DATA TO EXAMINE START

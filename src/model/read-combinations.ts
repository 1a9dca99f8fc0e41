// Reads a model file's cases, combinations, patterns, self-weight and check groups into the typed
// model: quantities converted to the model's units; their meaning is checked by resolveCombinations.
import type { Combination, LoadCase, PresetName, PresetOptions } from "../combine/index.js";
import { isFlexuraError, issue, type IssuePath } from "../errors/index.js";
import { convert } from "../units/index.js";
import type { ModelCheckGroups, ModelCombinationEntry, ModelCombinationSelection, ModelDeflectionGroup, ModelSelfWeight, ModelStressGroup } from "./combination-types.js";
import type { Model, ModelDeflectionLimit } from "./model.js";
import { readDeflectionLimit } from "./read-parts.js";
import { arrayAt, objectAt, readQuantity, requirePositive, type Reader } from "./reader.js";

type Json = Readonly<Record<string, unknown>>;

const own = (o: Json, k: string): unknown => (Object.hasOwn(o, k) ? o[k] : undefined);

/** The unit weight in the model's force per length cubed: a plain number as is, a string with its unit converted (dimension checked). */
function readUnitWeight(reader: Reader, value: unknown, path: IssuePath): number | undefined {
  if (typeof value === "number") return Number.isFinite(value) ? value : undefined;
  if (typeof value !== "string") return undefined;
  const target = `${reader.units.force}/${reader.units.length}^3`;
  const m = /^\s*([-+]?(?:[0-9]+\.?[0-9]*|\.[0-9]+)(?:[eE][-+]?[0-9]+)?)\s*(.*?)\s*$/.exec(value);
  if (m === null || (m[2] ?? "") === "") {
    reader.found.push(issue("unit-weight-syntax", path, `Write the unit weight as a number and a weight per volume, such as "77 kN/m^3" or "490 lbf/ft^3"; got ${JSON.stringify(value)}.`, { value }));
    return undefined;
  }
  try {
    return convert(Number(m[1]), m[2] ?? "", target, { path });
  } catch (e) {
    if (!isFlexuraError(e)) throw e;
    reader.found.push(...e.issues.map((i) => ({ ...i, path })));
    return undefined;
  }
}

function readSelection(value: unknown): ModelCombinationSelection {
  return (Array.isArray(value) ? value.filter((x) => typeof x === "string") : value) as ModelCombinationSelection;
}

function readFactors(value: unknown): Readonly<Record<string, number>> {
  // copied key by key (own keys only): the values are checked by resolveCombinations
  const out: Record<string, number> = {};
  for (const [k, v] of Object.entries(objectAt(value))) Object.defineProperty(out, k, { value: v, enumerable: true, writable: false });
  return out;
}

function readLimitList(reader: Reader, value: unknown, path: IssuePath): ModelDeflectionLimit | ModelDeflectionLimit[] {
  if (!Array.isArray(value)) return readDeflectionLimit(reader, value, path) ?? { kind: "ratio", ratio: 1 };
  return value.map((v, i) => readDeflectionLimit(reader, v, [...path, i]) ?? { kind: "ratio", ratio: 1 });
}

/** The cases-and-combinations fields of a model file (absent fields left out). */
export function readCombinationFields(reader: Reader, file: Json): Pick<Model, "cases" | "settlementCase" | "selfWeight" | "combinations" | "patterns" | "checkGroups"> {
  const out: { -readonly [K in keyof Model]?: Model[K] } = {};
  if (own(file, "cases") !== undefined)
    out.cases = arrayAt(own(file, "cases")).map((c): LoadCase => {
      const o = objectAt(c);
      return { name: own(o, "name") as string, category: own(o, "category") as LoadCase["category"], ...(own(o, "reversible") === undefined ? {} : { reversible: own(o, "reversible") as boolean }), ...(own(o, "patterned") === undefined ? {} : { patterned: own(o, "patterned") as boolean }) };
    });
  if (typeof own(file, "settlementCase") === "string") out.settlementCase = own(file, "settlementCase") as string;
  if (own(file, "selfWeight") !== undefined) {
    const o = objectAt(own(file, "selfWeight"));
    const unitWeight = readUnitWeight(reader, own(o, "unitWeight"), ["selfWeight", "unitWeight"]);
    requirePositive(reader, unitWeight, ["selfWeight", "unitWeight"], "unit weight");
    const sw: ModelSelfWeight = { case: typeof own(o, "case") === "string" ? (own(o, "case") as string) : "self-weight", unitWeight: unitWeight ?? 1 };
    out.selfWeight = sw;
  }
  if (own(file, "combinations") !== undefined)
    out.combinations = arrayAt(own(file, "combinations")).map((c): ModelCombinationEntry => {
      const o = objectAt(c);
      if (Object.hasOwn(o, "preset")) return { preset: own(o, "preset") as PresetName, ...(own(o, "options") === undefined ? {} : { options: own(o, "options") as PresetOptions }) };
      const clause = own(o, "clause");
      const combination: Combination = { name: own(o, "name") as string, purpose: own(o, "purpose") as Combination["purpose"], factors: readFactors(own(o, "factors")), ...(typeof clause === "string" ? { clause } : {}) };
      return combination;
    });
  if (own(file, "patterns") !== undefined) {
    const cap = own(objectAt(own(file, "patterns")), "cap");
    out.patterns = typeof cap === "number" ? { cap } : {};
  }
  if (own(file, "checkGroups") !== undefined) {
    const g = objectAt(own(file, "checkGroups"));
    const groups: { -readonly [K in keyof ModelCheckGroups]: ModelCheckGroups[K] } = {};
    if (own(g, "stress") !== undefined)
      groups.stress = arrayAt(own(g, "stress")).map((x, i): ModelStressGroup => {
        const o = objectAt(x);
        const path = ["checkGroups", "stress", i];
        const bendingStress = readQuantity(reader, own(o, "bendingStress"), "stress", [...path, "bendingStress"]);
        const shearStress = readQuantity(reader, own(o, "shearStress"), "stress", [...path, "shearStress"]);
        requirePositive(reader, bendingStress, [...path, "bendingStress"], "allowable bending stress");
        requirePositive(reader, shearStress, [...path, "shearStress"], "allowable shear stress");
        return { name: own(o, "name") as string, combinations: readSelection(own(o, "combinations")), ...(bendingStress === undefined ? {} : { bendingStress }), ...(shearStress === undefined ? {} : { shearStress }) };
      });
    if (own(g, "deflection") !== undefined)
      groups.deflection = arrayAt(own(g, "deflection")).map((x, i): ModelDeflectionGroup => {
        const o = objectAt(x);
        const path = ["checkGroups", "deflection", i];
        return {
          name: own(o, "name") as string,
          ...(own(o, "factors") === undefined ? {} : { factors: readFactors(own(o, "factors")) }),
          ...(own(o, "combinations") === undefined ? {} : { combinations: readSelection(own(o, "combinations")) }),
          limit: readLimitList(reader, own(o, "limit"), [...path, "limit"]),
        };
      });
    out.checkGroups = groups;
  }
  return out;
}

DATA TO EXAMINE END

BRIEF:
Check each line above for the word "readUnitWeight" and give the number of lines that have it, nothing else.

RESULT BELOW:
2